The starship Exodus departs in haste from a troubled Solar System. Players must negotiate risks and challenges together in a cooperative sense and survive the journey, but competitively, must have the most victory points to win. Because of extreme mass limits, players start with two heavily augmented teenagers plus frozen human embryos, eggs, and sperm. The ship is a generation ark on an interstellar voyage lasting over a century.
Interstellar is a stand-alone cooperative-competitive game for 1 to 6 players, also playable as a successor game to High Frontier in combination with Module 4-Exodus. It can also work as the 5th part of our game series on the evolution of life: (Bios:Genesis, Bios:Megafauna/ Bios:Mesofauna, Bios:Origins, High Frontier 4 All and Interstellar).
All players travel in the Exodus starship; a modular game component consisting of a number of blueprint placards that will erode, malfunction, and be eaten by gray-goo.

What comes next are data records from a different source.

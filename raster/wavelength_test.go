package raster

import (
	"fmt"
	"path/filepath"
	"testing"

	"github.com/airbusgeo/godal"
)

// TestBandWavelengths: metadata written with GDAL itself is read back in
// nanometres; the expected values are the written numbers times the unit
// factor (1 nm, 1000 nm per um, by definition).
func TestBandWavelengths(t *testing.T) {
	for _, tc := range []struct {
		name   string
		set    func(b godal.Band) error
		centre float64
		fwhm   float64
	}{
		{"default domain nm", func(b godal.Band) error {
			return setAll(b, "", "wavelength", "550.5", "wavelength_units", "Nanometers", "fwhm", "10")
		}, 550.5, 10},
		{"default domain um", func(b godal.Band) error {
			return setAll(b, "", "wavelength", "0.65", "wavelength_units", "um", "fwhm", "0.01")
		}, 650, 10},
		{"IMAGERY domain", func(b godal.Band) error {
			return setAll(b, "IMAGERY", "CENTRAL_WAVELENGTH_UM", "2.2", "FWHM_UM", "0.05")
		}, 2200, 50},
		{"none", func(godal.Band) error { return nil }, 0, 0},
	} {
		path := filepath.Join(t.TempDir(), "w.tif")
		ds, err := godal.Create(godal.GTiff, path, 2, godal.Float32, 4, 3)
		if err != nil {
			t.Fatal(err)
		}
		if err := tc.set(ds.Bands()[1]); err != nil {
			t.Fatal(err)
		}
		if err := ds.Close(); err != nil {
			t.Fatal(err)
		}
		s, err := Open([]string{path})
		if err != nil {
			t.Fatal(err)
		}
		b := s.Bands[1]
		if !nearNM(b.WavelengthNM, tc.centre) || !nearNM(b.FWHMNM, tc.fwhm) {
			t.Errorf("%s: centre %v fwhm %v, want %v and %v", tc.name, b.WavelengthNM, b.FWHMNM, tc.centre, tc.fwhm)
		}
		if s.Wavelengths() != nil {
			t.Errorf("%s: band 1 has no wavelength, so the stack has none, got %v", tc.name, s.Wavelengths())
		}
		s.Close()
	}
}

func nearNM(a, b float64) bool { return a == b || (a-b)*(a-b) <= 1e-24*b*b }

func setAll(b godal.Band, domain string, kv ...string) error {
	for i := 0; i < len(kv); i += 2 {
		var err error
		if domain == "" {
			err = b.SetMetadata(kv[i], kv[i+1])
		} else {
			err = b.SetMetadata(kv[i], kv[i+1], godal.Domain(domain))
		}
		if err != nil {
			return err
		}
	}
	return nil
}

// TestCreateWavelengths (issue 26): wavelengths written through
// Spec.Wavelengths land in GDAL's IMAGERY domain as CENTRAL_WAVELENGTH_UM
// and FWHM_UM (micrometres; for a COG in the .aux.xml beside it), as
// GDAL's own gdalinfo -json reports them,
// with nothing under the default-domain keys of ENVI headers, and are read
// back by Open in nanometres (known by construction: the written numbers,
// 1000 nm per um by definition).
func TestCreateWavelengths(t *testing.T) {
	for _, tc := range []struct {
		name   string
		w      []Wavelength
		centre []string // CENTRAL_WAVELENGTH_UM per band, "" for none
		fwhm   []string
		want   []float64 // Stack.Wavelengths
	}{
		{"centre and width", []Wavelength{{450, 10}, {2400.5, 12.25}}, []string{"0.45", "2.4005"}, []string{"0.01", "0.01225"}, []float64{450, 2400.5}},
		{"centre only", []Wavelength{{865, 0}, {1610, 0}}, []string{"0.865", "1.61"}, []string{"", ""}, []float64{865, 1610}},
		{"none", nil, []string{"", ""}, []string{"", ""}, nil},
	} {
		for _, format := range []Format{GTiff, COG} {
			path := filepath.Join(t.TempDir(), "m.tif")
			writeZeros(t, path, Spec{Grid: Grid{Width: 4, Height: 3}, Bands: 2, DataType: "Int16", Wavelengths: tc.w, Format: format})
			what := fmt.Sprintf("%s (%s)", tc.name, format)
			for i, band := range gdalinfo(t, path)["bands"].([]any) {
				md, _ := band.(map[string]any)["metadata"].(map[string]any)
				img, _ := md["IMAGERY"].(map[string]any)
				if got, _ := img["CENTRAL_WAVELENGTH_UM"].(string); got != tc.centre[i] {
					t.Errorf("%s band %d: CENTRAL_WAVELENGTH_UM %q, want %q", what, i+1, got, tc.centre[i])
				}
				if got, _ := img["FWHM_UM"].(string); got != tc.fwhm[i] {
					t.Errorf("%s band %d: FWHM_UM %q, want %q", what, i+1, got, tc.fwhm[i])
				}
				if def, _ := md[""].(map[string]any); def["wavelength"] != nil || def["wavelength_units"] != nil {
					t.Errorf("%s band %d: default-domain wavelength items %v", what, i+1, def)
				}
			}
			s, err := Open([]string{path})
			if err != nil {
				t.Fatal(err)
			}
			got := s.Wavelengths()
			s.Close()
			if len(got) != len(tc.want) {
				t.Fatalf("%s: wavelengths %v, want %v", what, got, tc.want)
			}
			for i := range got {
				if !nearNM(got[i], tc.want[i]) {
					t.Errorf("%s: band %d at %v nm, want %v", what, i+1, got[i], tc.want[i])
				}
			}
		}
	}
}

Players must negotiate risks and challenges together in a cooperative sense to survive the journey, but competitively, the one with the most victory points wins.
A large map featuring our nearest stars binds it all together; here you plan and execute your journey. As with High Frontier, everything on this map is based on real facts about outer space.

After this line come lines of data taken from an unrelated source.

package raster

import (
	"strconv"
	"strings"

	"github.com/airbusgeo/godal"
)

// bandWavelength reads a band's centre wavelength and full width at half
// maximum, in nanometres (0 when unknown), from its GDAL metadata: the
// IMAGERY-domain items CENTRAL_WAVELENGTH_UM and FWHM_UM (GDAL's standard
// for imagery, in micrometres), else the default-domain items wavelength,
// fwhm and wavelength_units that GDAL's ENVI driver (and other
// header-plus-binary formats) reports, with units "nm", "um" or their
// spelled-out forms ("Nanometers", "Micrometers"); without a unit, a value
// below 100 is taken as micrometres, as no band centre is a fraction of a
// micrometre in nanometres.
func bandWavelength(b godal.Band) (centre, fwhm float64) {
	if c, ok := metaFloat(b, "CENTRAL_WAVELENGTH_UM", "IMAGERY"); ok && c > 0 {
		w, _ := metaFloat(b, "FWHM_UM", "IMAGERY")
		return c * 1000, w * 1000
	}
	c, ok := metaFloat(b, "wavelength", "")
	if !ok || !(c > 0) {
		return 0, 0
	}
	w, _ := metaFloat(b, "fwhm", "")
	f := unitFactor(b.Metadata("wavelength_units"), c)
	return c * f, w * f
}

// metaFloat reads a numeric metadata item of b in domain (the default one
// when empty).
func metaFloat(b godal.Band, key, domain string) (float64, bool) {
	var v string
	if domain == "" {
		v = b.Metadata(key)
	} else {
		v = b.Metadata(key, godal.Domain(domain))
	}
	f, err := strconv.ParseFloat(strings.TrimSpace(v), 64)
	if err != nil || f != f {
		return 0, false
	}
	return f, true
}

// unitFactor turns a wavelength_units item into a factor to nanometres.
func unitFactor(unit string, v float64) float64 {
	switch strings.ToLower(strings.TrimSpace(unit)) {
	case "nm", "nanometer", "nanometers", "nanometre", "nanometres":
		return 1
	case "um", "µm", "micrometer", "micrometers", "micrometre", "micrometres", "micron", "microns":
		return 1000
	case "mm", "millimeter", "millimeters":
		return 1e6
	}
	if v < 100 {
		return 1000
	}
	return 1
}

// Wavelengths returns the centre wavelengths of the stack's bands in
// nanometres, or nil unless every band has one.
func (s *Stack) Wavelengths() []float64 {
	out := make([]float64, len(s.Bands))
	for i, b := range s.Bands {
		if !(b.WavelengthNM > 0) {
			return nil
		}
		out[i] = b.WavelengthNM
	}
	return out
}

The journey lasts for generations, maybe 100 years, maybe more. You will probe potential star systems, maintain the ship and develop technology for sanity, anti-cancer, survival, terraforming, and colonization.
One player is the commander and makes the most important decisions, but this player needs to stay popular, or a new commander can be chosen among the players via mutiny.
Each turn spans 12 years. A market of developments represents what you spend your time on and discover. An ideology chart tracks how the players’ mutual loyalties evolve.